[Work order]: When transcribing the entries, keep each one exactly as it is.

[The data]:
>>>

"""Map of a sweep: the least reserve over two axes, with holds, close and fails outlined."""

from __future__ import annotations

from collections.abc import Sequence

import numpy as np
from matplotlib.axes import Axes
from matplotlib.colors import LinearSegmentedColormap
from matplotlib.figure import Figure
from matplotlib.lines import Line2D
from matplotlib.patches import Patch, Rectangle

from chainsim.report.style import FAINT, INK, PAPER, TENSION_COLORS, new_figure
from chainsim.study.maps import Map, MapAxis

HATCHES = {"fails": "xxx", "close": "..", "not completed": "++", "not judged": "//"}
"""Hatch of each outcome but `holds`, which is left plain: a map reads without its colors."""
EDGES = {"fails": (2.4, "-"), "close": (1.4, (0, (4, 2)))}
"""Line width [pt] and dash of the outline round the cells of an outcome."""
NUMBERED_CELLS = 160
"""Most cells whose reserve is written into them [dimensionless]."""
MOST_TICKS = 12
RESERVE_COLORS = LinearSegmentedColormap.from_list("reserve", ("#ffffff", *TENSION_COLORS[:5]))
DARK_FROM = 0.75
"""Reserve from which numbers stand in white [dimensionless]."""


def map_figure(shown: Map, line: Sequence[tuple[float, float]] = (), line_text: str = "") -> Figure:
    """Draw a map.

    Parameters
    ----------
    shown : Map
        The map.
    line : sequence of tuple of float
        Points of a closed-form boundary, in cells from the lower left (dimensionless).
    line_text : str
        What the line is.

    Returns
    -------
    Figure
        Cells filled by reserve (white where it fails, darker with more), hatched and outlined
        by outcome.
    """
    n_up, n_across = shown.outcome.shape
    figure, (axes,) = new_figure(7.4, min(2.2 + 0.32 * n_up, 9.0))
    axes.grid(False)
    _fill(axes, shown)
    for word, (width, dash) in EDGES.items():
        _outline(axes, shown.outcome == word, width, dash)
    if n_up * n_across <= NUMBERED_CELLS:
        _number(axes, shown)
    if len(line) > 1:
        axes.plot(*np.transpose(line), color="#c07f1a", linewidth=2.0, linestyle=(0, (6, 2, 1, 2)))
    _label(axes, shown.across, "x")
    _label(axes, shown.up, "y")
    axes.set_xlim(0, n_across)
    axes.set_ylim(0, n_up)
    if shown.title:
        axes.set_title(shown.title)
    _key(figure, shown, line_text if len(line) > 1 else "")
    return figure


def _fill(axes: Axes, shown: Map) -> None:
    for i, j in np.ndindex(shown.outcome.shape):
        word, reserve = str(shown.outcome[i, j]), float(shown.reserve[i, j])
        share = 0.0 if word == "fails" or not np.isfinite(reserve) else min(max(reserve, 0.0), 1.0)
        axes.add_patch(
            Rectangle(
                (j, i), 1, 1, facecolor=RESERVE_COLORS(share) if word else PAPER,
                edgecolor=FAINT, linewidth=0.3, hatch=HATCHES.get(word),
            )
        )  # fmt: skip


def _outline(axes: Axes, inside: np.ndarray, width: float, dash: object) -> None:
    """Draw the border round all cells of one outcome."""
    n_up, n_across = inside.shape
    padded = np.pad(inside, 1)
    for i in range(n_up + 1):
        for j in range(n_across + 1):
            if padded[i, j + 1] != padded[i + 1, j + 1] and j < n_across:
                axes.plot((j, j + 1), (i, i), color=INK, linewidth=width, linestyle=dash)
            if padded[i + 1, j] != padded[i + 1, j + 1] and i < n_up:
                axes.plot((j, j), (i, i + 1), color=INK, linewidth=width, linestyle=dash)


def _number(axes: Axes, shown: Map) -> None:
    for i, j in np.ndindex(shown.outcome.shape):
        reserve = shown.reserve[i, j]
        if not np.isfinite(reserve):
            continue
        dark = reserve > DARK_FROM and shown.outcome[i, j] not in HATCHES
        axes.text(
            j + 0.5, i + 0.5, f"{np.clip(reserve, -9.99, 9.99):.0%}", ha="center", va="center",
            fontsize=6.5, color=PAPER if dark else INK,
            bbox={"facecolor": "none" if dark else PAPER, "edgecolor": "none", "pad": 0.6,
                  "alpha": 0.8},
        )  # fmt: skip


def _label(axes: Axes, side: MapAxis, which: str) -> None:
    step = max(1, -(-len(side.labels) // MOST_TICKS))
    places = np.arange(0, len(side.labels), step)
    if side.numbers is not None:
        labels = [f"{side.numbers[k]:.4g}" for k in places]
        name = f"{side.name} [{side.unit or '1'}]"
    else:
        labels = [side.labels[k] for k in places]
        name = side.name
    if which == "x":
        axes.set_xticks(places + 0.5, labels)
        axes.set_xlabel(name)
    else:
        axes.set_yticks(places + 0.5, labels)
        axes.set_ylabel(name)


def _key(figure: Figure, shown: Map, line_text: str) -> None:
    found = [word for word in ("holds", "close", "fails", "not judged", "not completed")
             if word in shown.outcome]  # fmt: skip
    handles: list = [
        Patch(
            facecolor=RESERVE_COLORS(0.0 if word in HATCHES else 0.5), edgecolor=INK,
            hatch=HATCHES.get(word), label=word,
        )
        for word in found
    ]  # fmt: skip
    if line_text:
        line = Line2D([], [], color="#c07f1a", linewidth=2.0, linestyle=(0, (6, 2, 1, 2)))
        line.set_label(line_text)
        handles.append(line)
    figure.legend(handles=handles, loc="outside lower center", ncols=len(handles), fontsize=8)


def line_in_cells(values: Sequence[float | None], side: MapAxis) -> list[tuple[float, float]]:
    """Put a closed-form boundary into the cells of a map.

    Parameters
    ----------
    values : sequence of (float or None)
        Boundary on the horizontal axis for each row of cells [unit of `side`]; None for none.
    side : MapAxis
        The horizontal axis; its numbers rise.

    Returns
    -------
    list of tuple of float
        Points (across, up) in cells (dimensionless), two per row so that the line steps.
    """
    if side.numbers is None:
        return []
    numbers = np.log(side.numbers) if side.log else np.asarray(side.numbers)
    points: list[tuple[float, float]] = []
    for row, value in enumerate(values):
        if value is None or value <= 0.0:
            continue
        place = np.interp(np.log(value) if side.log else value, numbers, np.arange(len(numbers)))
        points += [(float(place) + 0.5, float(row)), (float(place) + 0.5, row + 1.0)]
    return points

<<<

[Solution]:
"""Map of a sweep: the least reserve over two axes, with holds, close and fails outlined."""

from __future__ import annotations

from collections.abc import Sequence

import numpy as np
from matplotlib.axes import Axes
from matplotlib.colors import LinearSegmentedColormap
from matplotlib.figure import Figure
from matplotlib.lines import Line2D
from matplotlib.patches import Patch, Rectangle

from chainsim.report.style import FAINT, INK, PAPER, TENSION_COLORS, new_figure
from chainsim.study.maps import Map, MapAxis

HATCHES = {"fails": "xxx", "close": "..", "not completed": "++", "not judged": "//"}
"""Hatch of each outcome but `holds`, which is left plain: a map reads without its colors."""
EDGES = {"fails": (2.4, "-"), "close": (1.4, (0, (4, 2)))}
"""Line width [pt] and dash of the outline round the cells of an outcome."""
NUMBERED_CELLS = 160
"""Most cells whose reserve is written into them [dimensionless]."""
MOST_TICKS = 12
RESERVE_COLORS = LinearSegmentedColormap.from_list("reserve", ("#ffffff", *TENSION_COLORS[:5]))
DARK_FROM = 0.75
"""Reserve from which numbers stand in white [dimensionless]."""


def map_figure(shown: Map, line: Sequence[tuple[float, float]] = (), line_text: str = "") -> Figure:
    """Draw a map.

    Parameters
    ----------
    shown : Map
        The map.
    line : sequence of tuple of float
        Points of a closed-form boundary, in cells from the lower left (dimensionless).
    line_text : str
        What the line is.

    Returns
    -------
    Figure
        Cells filled by reserve (white where it fails, darker with more), hatched and outlined
        by outcome.
    """
    n_up, n_across = shown.outcome.shape
    figure, (axes,) = new_figure(7.4, min(2.2 + 0.32 * n_up, 9.0))
    axes.grid(False)
    _fill(axes, shown)
    for word, (width, dash) in EDGES.items():
        _outline(axes, shown.outcome == word, width, dash)
    if n_up * n_across <= NUMBERED_CELLS:
        _number(axes, shown)
    if len(line) > 1:
        axes.plot(*np.transpose(line), color="#c07f1a", linewidth=2.0, linestyle=(0, (6, 2, 1, 2)))
    _label(axes, shown.across, "x")
    _label(axes, shown.up, "y")
    axes.set_xlim(0, n_across)
    axes.set_ylim(0, n_up)
    if shown.title:
        axes.set_title(shown.title)
    _key(figure, shown, line_text if len(line) > 1 else "")
    return figure


def _fill(axes: Axes, shown: Map) -> None:
    for i, j in np.ndindex(shown.outcome.shape):
        word, reserve = str(shown.outcome[i, j]), float(shown.reserve[i, j])
        share = 0.0 if word == "fails" or not np.isfinite(reserve) else min(max(reserve, 0.0), 1.0)
        axes.add_patch(
            Rectangle(
                (j, i), 1, 1, facecolor=RESERVE_COLORS(share) if word else PAPER,
                edgecolor=FAINT, linewidth=0.3, hatch=HATCHES.get(word),
            )
        )  # fmt: skip


def _outline(axes: Axes, inside: np.ndarray, width: float, dash: object) -> None:
    """Draw the border round all cells of one outcome."""
    n_up, n_across = inside.shape
    padded = np.pad(inside, 1)
    for i in range(n_up + 1):
        for j in range(n_across + 1):
            if padded[i, j + 1] != padded[i + 1, j + 1] and j < n_across:
                axes.plot((j, j + 1), (i, i), color=INK, linewidth=width, linestyle=dash)
            if padded[i + 1, j] != padded[i + 1, j + 1] and i < n_up:
                axes.plot((j, j), (i, i + 1), color=INK, linewidth=width, linestyle=dash)


def _number(axes: Axes, shown: Map) -> None:
    for i, j in np.ndindex(shown.outcome.shape):
        reserve = shown.reserve[i, j]
        if not np.isfinite(reserve):
            continue
        dark = reserve > DARK_FROM and shown.outcome[i, j] not in HATCHES
        axes.text(
            j + 0.5, i + 0.5, f"{np.clip(reserve, -9.99, 9.99):.0%}", ha="center", va="center",
            fontsize=6.5, color=PAPER if dark else INK,
            bbox={"facecolor": "none" if dark else PAPER, "edgecolor": "none", "pad": 0.6,
                  "alpha": 0.8},
        )  # fmt: skip


def _label(axes: Axes, side: MapAxis, which: str) -> None:
    step = max(1, -(-len(side.labels) // MOST_TICKS))
    places = np.arange(0, len(side.labels), step)
    if side.numbers is not None:
        labels = [f"{side.numbers[k]:.4g}" for k in places]
        name = f"{side.name} [{side.unit or '1'}]"
    else:
        labels = [side.labels[k] for k in places]
        name = side.name
    if which == "x":
        axes.set_xticks(places + 0.5, labels)
        axes.set_xlabel(name)
    else:
        axes.set_yticks(places + 0.5, labels)
        axes.set_ylabel(name)


def _key(figure: Figure, shown: Map, line_text: str) -> None:
    found = [word for word in ("holds", "close", "fails", "not judged", "not completed")
             if word in shown.outcome]  # fmt: skip
    handles: list = [
        Patch(
            facecolor=RESERVE_COLORS(0.0 if word in HATCHES else 0.5), edgecolor=INK,
            hatch=HATCHES.get(word), label=word,
        )
        for word in found
    ]  # fmt: skip
    if line_text:
        line = Line2D([], [], color="#c07f1a", linewidth=2.0, linestyle=(0, (6, 2, 1, 2)))
        line.set_label(line_text)
        handles.append(line)
    figure.legend(handles=handles, loc="outside lower center", ncols=len(handles), fontsize=8)


def line_in_cells(values: Sequence[float | None], side: MapAxis) -> list[tuple[float, float]]:
    """Put a closed-form boundary into the cells of a map.

    Parameters
    ----------
    values : sequence of (float or None)
        Boundary on the horizontal axis for each row of cells [unit of `side`]; None for none.
    side : MapAxis
        The horizontal axis; its numbers rise.

    Returns
    -------
    list of tuple of float
        Points (across, up) in cells (dimensionless), two per row so that the line steps.
    """
    if side.numbers is None:
        return []
    numbers = np.log(side.numbers) if side.log else np.asarray(side.numbers)
    points: list[tuple[float, float]] = []
    for row, value in enumerate(values):
        if value is None or value <= 0.0:
            continue
        place = np.interp(np.log(value) if side.log else value, numbers, np.arange(len(numbers)))
        points += [(float(place) + 0.5, float(row)), (float(place) + 0.5, row + 1.0)]
    return points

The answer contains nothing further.